Collected data entries -
import { and, eq } from 'drizzle-orm';
import { withScope } from '~/server/database';
import { AppError } from '~/server/errors';
import { announce, tournamentTopic } from '~/server/live';
import type { Scope } from '~/server/scope';
import { writeAudit } from '../../audit/queries';
import { requireDirector } from '../../tournaments/policy';
import { getTeamInScope } from '../queries';
import { teams } from '../tables';

async function setState(scope: Scope, teamId: string, state: 'confirmed' | 'withdrawn'): Promise<void> {
  requireDirector(scope, scope.tournamentId);
  await withScope(scope, async (tx) => {
    const before = await getTeamInScope(tx, scope, teamId);
    if (before.state === state) throw new AppError('out-of-order', state === 'withdrawn' ? `${before.name} is withdrawn already.` : `${before.name} is in already.`);
    await tx
      .update(teams)
      .set({ state })
      .where(and(eq(teams.orgId, scope.orgId), eq(teams.id, teamId)));
    await writeAudit(tx, scope, {
      action: state === 'withdrawn' ? 'team.withdrawn' : 'team.restored',
      subjectType: 'team',
      subjectId: teamId,
      tournamentId: scope.tournamentId,
      detail: { name: before.name, number: before.number },
    });
  });
  announce(tournamentTopic(scope.orgId, scope.tournamentId!));
}

/** Take a team out of the field; what was kept of it stays, and counts nowhere. @throws AppError */
export function withdrawTeam(scope: Scope, teamId: string): Promise<void> {
  return setState(scope, teamId, 'withdrawn');
}

/** Bring a withdrawn team back, with all that was kept of it. @throws AppError */
export function restoreTeam(scope: Scope, teamId: string): Promise<void> {
  return setState(scope, teamId, 'confirmed');
}
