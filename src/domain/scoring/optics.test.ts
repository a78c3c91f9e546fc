import fc from 'fast-check';
import { describe, expect, it } from 'vitest';
import { DomainError } from '../domain-error';
import { compareExact, exact, fromRatioText, toShortText } from '../exact';
import { OPTICS_TIE_BREAKS, opticsRank, opticsScore, type OpticsRules, type OpticsTeam, type OpticsTieBreak } from './optics';

const RULES: OpticsRules = { wA: 50, wB: 20, wT: 30, R: '600', barriersAvailable: 4, testMax: '30' };
const TEAM: OpticsTeam = { team: 'T', d: '60', barriersUsed: 4, testRaw: '25', mirrorsUsed: 3, timeUsed: '200', status: 'scored' };

const tenths = (max: number) => fc.integer({ min: 0, max: max * 10 }).map((n) => toShortText(exact(n).div(10), 1));
const rules: fc.Arbitrary<OpticsRules> = fc
  .record({ wA: fc.integer({ min: 0, max: 100 }), rest: fc.nat(), R: fc.integer({ min: 1, max: 20_000 }), barriersAvailable: fc.integer({ min: 1, max: 9 }), testMax: fc.integer({ min: 1, max: 100 }) })
  .map(({ wA, rest, R, barriersAvailable, testMax }) => {
    const wB = rest % (101 - wA);
    return { wA, wB, wT: 100 - wA - wB, R: toShortText(exact(R).div(10), 1), barriersAvailable, testMax };
  });
const teamFor = (r: OpticsRules): fc.Arbitrary<Omit<OpticsTeam, 'team'>> =>
  fc.record({
    d: fc.option(tenths(2500), { freq: 6 }),
    barriersUsed: fc.integer({ min: 0, max: r.barriersAvailable }),
    testRaw: fc.integer({ min: 0, max: Number(r.testMax) * 2 }).map((n) => toShortText(exact(n).div(2), 1)),
    mirrorsUsed: fc.option(fc.integer({ min: 0, max: 5 })),
    timeUsed: fc.option(tenths(240)),
    status: fc.constantFrom('scored' as const, 'scored' as const, 'scored' as const, 'dns' as const, 'dq' as const),
  });
const field = rules.chain((r) =>
  fc.record({ rules: fc.constant(r), teams: fc.array(teamFor(r), { maxLength: 20 }).map((ts) => ts.map((t, i): OpticsTeam => ({ team: `T${i}`, ...t }))) }),
);

describe('opticsScore', () => {
  it('lies in 0 to 100, as its three shares lie in 0 to 1', () => {
    fc.assert(
      fc.property(rules.chain((r) => fc.tuple(fc.constant(r), teamFor(r))), ([r, t]) => {
        const out = opticsScore({ rules: r, team: { team: 'T', ...t } });
        for (const share of [out.accuracy, out.barrier, out.test]) {
          expect(fromRatioText(share).compare(0) >= 0 && fromRatioText(share).compare(1) <= 0).toBe(true);
        }
        const score = fromRatioText(out.score);
        expect(score.compare(0) >= 0 && score.compare(100) <= 0).toBe(true);
        expect(out.display).toMatch(/^\d{1,3}\.\d\d$/);
      }),
    );
  });

  it('never rises when the spot is farther off, and no spot is as far as full scale', () => {
    fc.assert(
      fc.property(rules.chain((r) => fc.tuple(fc.constant(r), teamFor(r))), tenths(2500), tenths(2500), ([r, t], a, b) => {
        const at = (d: string | null) => fromRatioText(opticsScore({ rules: r, team: { team: 'T', ...t, d } }).score);
        const [near, far] = exact(a).compare(exact(b)) <= 0 ? [a, b] : [b, a];
        expect(compareExact(at(near), at(far))).toBeGreaterThanOrEqual(0);
        expect(compareExact(at(null), at(String(r.R)))).toBe(0);
      }),
    );
  });

  it('agrees with whole-number arithmetic over one common denominator', () => {
    fc.assert(
      fc.property(rules.chain((r) => fc.tuple(fc.constant(r), teamFor(r))), ([r, t]) => {
        // d, R in tenths; test in halves.
        const R = BigInt(exact(r.R).mul(10).n);
        const d = t.d === null ? R : BigInt(exact(t.d).mul(10).n);
        const away = d > R ? R : d;
        const test = BigInt(exact(t.testRaw).mul(2).n);
        const max = BigInt(Number(r.testMax) * 2);
        const bars = BigInt(r.barriersAvailable);
        const denominator = R * bars * max;
        const numerator =
          BigInt(r.wA) * (R - away) * bars * max + BigInt(r.wB) * BigInt(t.barriersUsed) * R * max + BigInt(r.wT) * test * R * bars;
        const { score, display } = opticsScore({ rules: r, team: { team: 'T', ...t } });
        const [p = '', q = ''] = score.split('/');
        expect(BigInt(p) * denominator).toBe(BigInt(q) * numerator);
        const cents = (200n * numerator + denominator) / (2n * denominator);
        expect(BigInt(display.replace('.', ''))).toBe(cents);
      }),
    );
  });

  it.each<[string, Partial<OpticsRules>, Partial<Record<keyof OpticsTeam, unknown>>]>([
    ['bad-weights', { wA: 51 }, {}],
    ['bad-weights', { wA: -10, wB: 80 }, {}],
    ['bad-weights', { wA: 50.5, wB: 19.5 }, {}],
    ['bad-weights', { wA: '50' as unknown as number }, { d: '-1' }],
    ['bad-scale', { R: '0' }, { d: '-1' }],
    ['bad-scale', { R: '-600' }, {}],
    ['bad-scale', { R: 'far' }, {}],
    ['bad-test', { testMax: 0 }, { d: '-1' }],
    ['bad-barriers', { barriersAvailable: 0 }, { d: '-1' }],
    ['bad-barriers', { barriersAvailable: 1.5 }, {}],
    ['bad-distance', {}, { d: '-0.1', barriersUsed: 9 }],
    ['bad-distance', {}, { d: 12.5 }],
    ['bad-distance', {}, { d: undefined }],
    ['bad-barriers', {}, { barriersUsed: 5, testRaw: '99' }],
    ['bad-barriers', {}, { barriersUsed: -1 }],
    ['bad-barriers', {}, { barriersUsed: 1.5 }],
    ['bad-test', {}, { testRaw: '30.5' }],
    ['bad-test', {}, { testRaw: '-0.5' }],
    ['bad-test', {}, { testRaw: '12.25' }],
    ['bad-test', {}, { testRaw: null }],
  ])('reports the first thing that is wrong: %s', (code, r, t) => {
    const input = { rules: { ...RULES, ...r }, team: { ...TEAM, ...t } as OpticsTeam };
    expect(() => opticsScore(input)).toThrow(expect.objectContaining({ code }) as DomainError);
    expect(() => opticsRank({ rules: input.rules, teams: [TEAM, input.team] })).toThrow(expect.objectContaining({ code }) as DomainError);
  });
});

describe('opticsRank', () => {
  const rank = (teams: Partial<OpticsTeam>[], options: Parameters<typeof opticsRank>[1] = {}) =>
    opticsRank({ rules: RULES, teams: teams.map((t, i) => ({ ...TEAM, team: String.fromCharCode(65 + i), ...t })) }, options).rows;
  const order = (...args: Parameters<typeof rank>) => rank(...args).map(({ team, place }) => `${team}${place ?? ''}`).join(' ');

  it('gives each team the same place in whatever order the teams come', () => {
    fc.assert(
      fc.property(field.chain((f) => fc.tuple(fc.constant(f), fc.shuffledSubarray(f.teams, { minLength: f.teams.length }))), ([f, shuffled]) => {
        const places = (teams: OpticsTeam[]) =>
          Object.fromEntries(opticsRank({ rules: f.rules, teams }).rows.map(({ team, place, points, score }) => [team, { place, points, score }]));
        expect(places(shuffled)).toEqual(places(f.teams));
      }),
    );
  });

  it('places each team after exactly those that are better, and gives N + 1 and N + 2 to those not scored', () => {
    fc.assert(
      fc.property(field, (f) => {
        const { rows } = opticsRank(f);
        const scored = rows.filter((row) => row.status === 'scored');
        expect(rows).toHaveLength(f.teams.length);
        expect(rows.map((row) => row.status)).toEqual([...rows.map((row) => row.status)].sort((a, b) => 'scored dns dq'.indexOf(a) - 'scored dns dq'.indexOf(b)));
        scored.forEach((row, i) => {
          expect(row.points).toBe(row.place);
          const before = scored[i - 1];
          expect(row.place === i + 1 || row.place === before?.place).toBe(true);
          if (before) expect(fromRatioText(before.score ?? '').compare(fromRatioText(row.score ?? ''))).toBeGreaterThanOrEqual(0);
        });
        for (const row of rows.filter(({ status }) => status !== 'scored')) {
          expect(row).toMatchObject({ place: null, score: null, display: null, points: f.teams.length + (row.status === 'dns' ? 1 : 2) });
        }
        // Place points of the scored teams add up to at most 1 + 2 + … + n, exactly that without shared places.
        const n = scored.length;
        const sum = scored.reduce((total, { points }) => total + points, 0);
        expect(sum).toBeLessThanOrEqual((n * (n + 1)) / 2);
        if (new Set(scored.map(({ place }) => place)).size === n) expect(sum).toBe((n * (n + 1)) / 2);
      }),
    );
  });

  it('settles ties by distance, barriers, test, mirrors, time, in that order', () => {
    // 60 mm with 3 barriers and 30 points is as much as 60 mm with 4 barriers and 25.
    expect(order([{ barriersUsed: 3, testRaw: '30' }, {}])).toBe('B1 A2');
    expect(order([{ mirrorsUsed: 3 }, { mirrorsUsed: 2 }])).toBe('B1 A2');
    expect(order([{ timeUsed: '200' }, { timeUsed: '199.9' }])).toBe('B1 A2');
    expect(order([{}, {}, { timeUsed: 1 }, {}])).toBe('C1 A2 B2 D2');
  });

  it('puts no spot after every distance, and what was not kept after what was', () => {
    expect(order([{ d: null }, { d: '9000' }, { d: '600' }])).toBe('C1 B2 A3');
    expect(order([{ timeUsed: null }, { timeUsed: '240' }, {}])).toBe('C1 B2 A3');
    expect(order([{ mirrorsUsed: undefined }, { mirrorsUsed: 5 }])).toBe('B1 A2');
    expect(order([{ timeUsed: null }, { timeUsed: undefined }])).toBe('A1 B1');
  });

  it('takes another order of tie-breaks', () => {
    const teams = [{ barriersUsed: 3, testRaw: '30', timeUsed: '100' }, { timeUsed: '150' }];
    const swapped: OpticsTieBreak[] = ['timeUsed', 'test', 'mirrorsUsed', 'barriersUsed', 'distance'];
    expect(order(teams)).toBe('B1 A2');
    expect(order(teams, { tieBreak: swapped })).toBe('A1 B2');
    expect(order([{ timeUsed: 1 }, { timeUsed: 2 }], { tieBreak: ['distance'] })).toBe('A1 B1');
    expect(() => rank(teams, { tieBreak: ['test', 'test'] })).toThrow(expect.objectContaining({ code: 'bad-tie-break' }) as DomainError);
    expect(() => rank(teams, { tieBreak: ['luck' as OpticsTieBreak] })).toThrow(DomainError);
  });

  it('keeps the score in front of any tie-break', () => {
    fc.assert(
      fc.property(field, fc.shuffledSubarray([...OPTICS_TIE_BREAKS], { minLength: 5 }), (f, tieBreak) => {
        const scores = (rows: { score: string | null }[]) => rows.map((row) => row.score);
        expect(scores(opticsRank(f, { tieBreak }).rows)).toEqual(scores(opticsRank(f).rows));
      }),
    );
  });

  it('does not read the results of teams that did not start or were disqualified', () => {
    const rows = rank([{ status: 'dq', d: 'lost', barriersUsed: 99 }, {}, { status: 'dns', testRaw: '-1' }]);
    expect(rows.map(({ team, points }) => [team, points])).toEqual([['B', 1], ['C', 4], ['A', 5]]);
    expect(rank([{ status: 'dns' }], { fieldSize: 24 })[0]?.points).toBe(25);
    expect(() => rank([{ status: 'late' as 'dns' }])).toThrow(expect.objectContaining({ code: 'bad-status' }) as DomainError);
  });

  it('is empty for no teams, but checks the rules all the same', () => {
    expect(rank([])).toEqual([]);
    expect(() => opticsRank({ rules: { ...RULES, wA: 0 }, teams: [] })).toThrow(expect.objectContaining({ code: 'bad-weights' }) as DomainError);
  });
});
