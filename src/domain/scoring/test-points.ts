/**
 * Points of a written test: a total, and optionally the points of its question groups, which settle ties. Points are whole
 * or half numbers, kept as decimal text.
 */
import * as z from 'zod/mini';
import {
  compareExact,
  exact,
  groupThousands,
  isHalfStep,
  readDecimal,
  sumExact,
  toShortText,
  tryExact,
  ZERO,
  type Exact,
} from '../exact';
import { decimalField, textField, UNKNOWN_FIELDS } from '../fields';

/** A group of questions whose points are also written down one by one. */
export interface QuestionGroup {
  /** Short and lasting: lower-case letters, digits and dashes. */
  key: string;
  name: string;
  /** Most points, decimal text. */
  max: string;
}

/** What a test is out of. The maxima of its groups, if it has any, add up to `max`. */
export interface TestShape {
  max: string;
  groups: readonly QuestionGroup[];
}

/** One team's points. With `groups` all groups are there and add up to `points`. */
export interface TestPoints {
  points: string;
  groups?: Record<string, string> | undefined;
}

const points = (text: string): string => groupThousands(text);

/** The most points of a test, a whole or half number above 0. */
export const testMaxField = (): z.ZodMiniType<string> =>
  decimalField({
    what: 'Write the most points of the test as a whole or half number, such as 30.',
    range: 'The most points of the test must be above 0 and a whole or half number.',
    above: true,
    most: exact(10_000),
    fits: isHalfStep,
  });

/** The question groups of a set-up: keys and names all different. That they add up is {@link groupsAddUp}'s to say. */
export const questionGroupsField = (): z.ZodMiniType<QuestionGroup[]> =>
  z
    .array(
      z.strictObject(
        {
          key: z
            .string('The group has no key.')
            .check(z.regex(/^[a-z0-9]+(?:-[a-z0-9]+)*$/, 'Use lower-case letters, digits and single dashes.'), z.maxLength(30, 'Keep the key within 30 characters.')),
          name: textField(60, { required: 'Give the group a name, such as Part A.', tooLong: 'Keep the name within 60 characters.' }),
          max: testMaxField(),
        },
        UNKNOWN_FIELDS,
      ),
      'List the question groups.',
    )
    .check(z.maxLength(20, 'A test can have up to 20 question groups.'), (ctx) => {
      for (const field of ['key', 'name'] as const) {
        const seen = new Set<string>();
        ctx.value.forEach((group, i) => {
          const word = group[field].toLowerCase();
          if (seen.has(word)) ctx.issues.push({ code: 'custom', message: `Two groups have the ${field} “${group[field]}”.`, path: [i, field], input: group[field] });
          seen.add(word);
        });
      }
    });

/** What to say when the groups' maxima do not add up to the test's, or null when all is well. */
export function groupsAddUp(shape: TestShape): string | null {
  if (shape.groups.length === 0) return null;
  const sum = sumExact(shape.groups.map((group) => exact(group.max)));
  if (compareExact(sum, exact(shape.max)) === 0) return null;
  return `The groups’ points add up to ${points(toShortText(sum))}, but the test is out of ${points(shape.max)}.`;
}

/**
 * Points of one team. Either the total or all groups must be there; with both, they must agree. Blank text counts as not there.
 * What comes out always has the total, in canonical decimal text, and passes again unchanged.
 */
export function testPointsSchema(shape: TestShape): z.ZodMiniType<TestPoints> {
  const input = z.strictObject(
    {
      points: z.optional(z.string('Write the points as a number, such as 12.5.')),
      groups: z.optional(z.record(z.string(), z.string('Write the points as a number, such as 12.5.'), 'Write the points of each group.')),
    },
    { error: (issue) => (issue.code === 'unrecognized_keys' ? UNKNOWN_FIELDS : 'Write the points of the test.') },
  );
  return z.pipe(
    input,
    z.transform((typed, ctx): TestPoints => {
      const refuse = (path: string[], message: string): null => {
        ctx.issues.push({ code: 'custom', message, path, input: typed });
        return null;
      };
      const read = (path: string[], text: string, max: string, whose: string): Exact | null => {
        const decimal = readDecimal(text);
        const value = decimal === null ? null : exact(decimal);
        if (value === null) return refuse(path, 'Write the points as a number, such as 12.5.');
        if (compareExact(value, ZERO) < 0 || compareExact(value, exact(max)) > 0) return refuse(path, `${whose} is out of ${points(max)}: the points can be 0 to ${points(max)}.`);
        if (!isHalfStep(value)) return refuse(path, 'Points go by whole or half numbers, such as 12 or 12.5.');
        return value;
      };

      const given = new Map(Object.entries(typed.groups ?? {}).filter(([, text]) => text.trim() !== ''));
      for (const key of given.keys()) {
        if (!shape.groups.some((group) => group.key === key)) refuse(['groups', key], 'This test has no such question group.');
      }
      const values = new Map<string, Exact>();
      if (given.size > 0) {
        for (const group of shape.groups) {
          const text = given.get(group.key);
          const value =
            text === undefined
              ? refuse(['groups', group.key], `Write the points of ${group.name} too, or leave all groups blank.`)
              : read(['groups', group.key], text, group.max, group.name);
          if (value !== null) values.set(group.key, value);
        }
      }
      const blank = typed.points === undefined || typed.points.trim() === '';
      const total = blank ? null : read(['points'], typed.points ?? '', shape.max, 'The test');
      if (blank && given.size === 0) refuse(['points'], 'Write the points of the test.');
      if (ctx.issues.length > 0) return z.NEVER;

      if (values.size === 0) return { points: toShortText(total ?? ZERO) };
      const sum = sumExact(values.values());
      if (total !== null && compareExact(sum, total) !== 0) {
        refuse(['points'], `The groups add up to ${points(toShortText(sum))}, but the total says ${points(toShortText(total))}.`);
        return z.NEVER;
      }
      return { points: toShortText(sum), groups: Object.fromEntries([...values].map(([key, value]) => [key, toShortText(value)])) };
    }),
  );
}

/** Whether points still fit the shape of the test; they may not after a set-up was changed. */
export function pointsFit(shape: TestShape, value: TestPoints): boolean {
  const fits = (text: string | undefined, max: string): boolean => {
    const number = tryExact(text);
    return number !== null && compareExact(number, ZERO) >= 0 && compareExact(number, exact(max)) <= 0 && isHalfStep(number);
  };
  if (!fits(value.points, shape.max)) return false;
  if (value.groups === undefined) return true;
  const keys = Object.keys(value.groups);
  return (
    keys.length === shape.groups.length &&
    shape.groups.every((group) => fits(value.groups?.[group.key], group.max)) &&
    compareExact(sumExact(Object.values(value.groups).map((text) => exact(text))), exact(value.points)) === 0
  );
}
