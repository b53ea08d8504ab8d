/** Brings the computed parts of the methods page (shared-lib/README.md) up to date. Run with `npm run methods`. */
import { readFile, writeFile } from "node:fs/promises";
import { renewed } from "./fit/methods-page.mts";

const page = new URL("../shared-lib/README.md", import.meta.url);
await writeFile(page, await renewed(await readFile(page, "utf8")));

What the task asks - Copy out each line of the entries where the word "renewed" is found.

Solution to the exercise -
import { renewed } from "./fit/methods-page.mts";
await writeFile(page, await renewed(await readFile(page, "utf8")));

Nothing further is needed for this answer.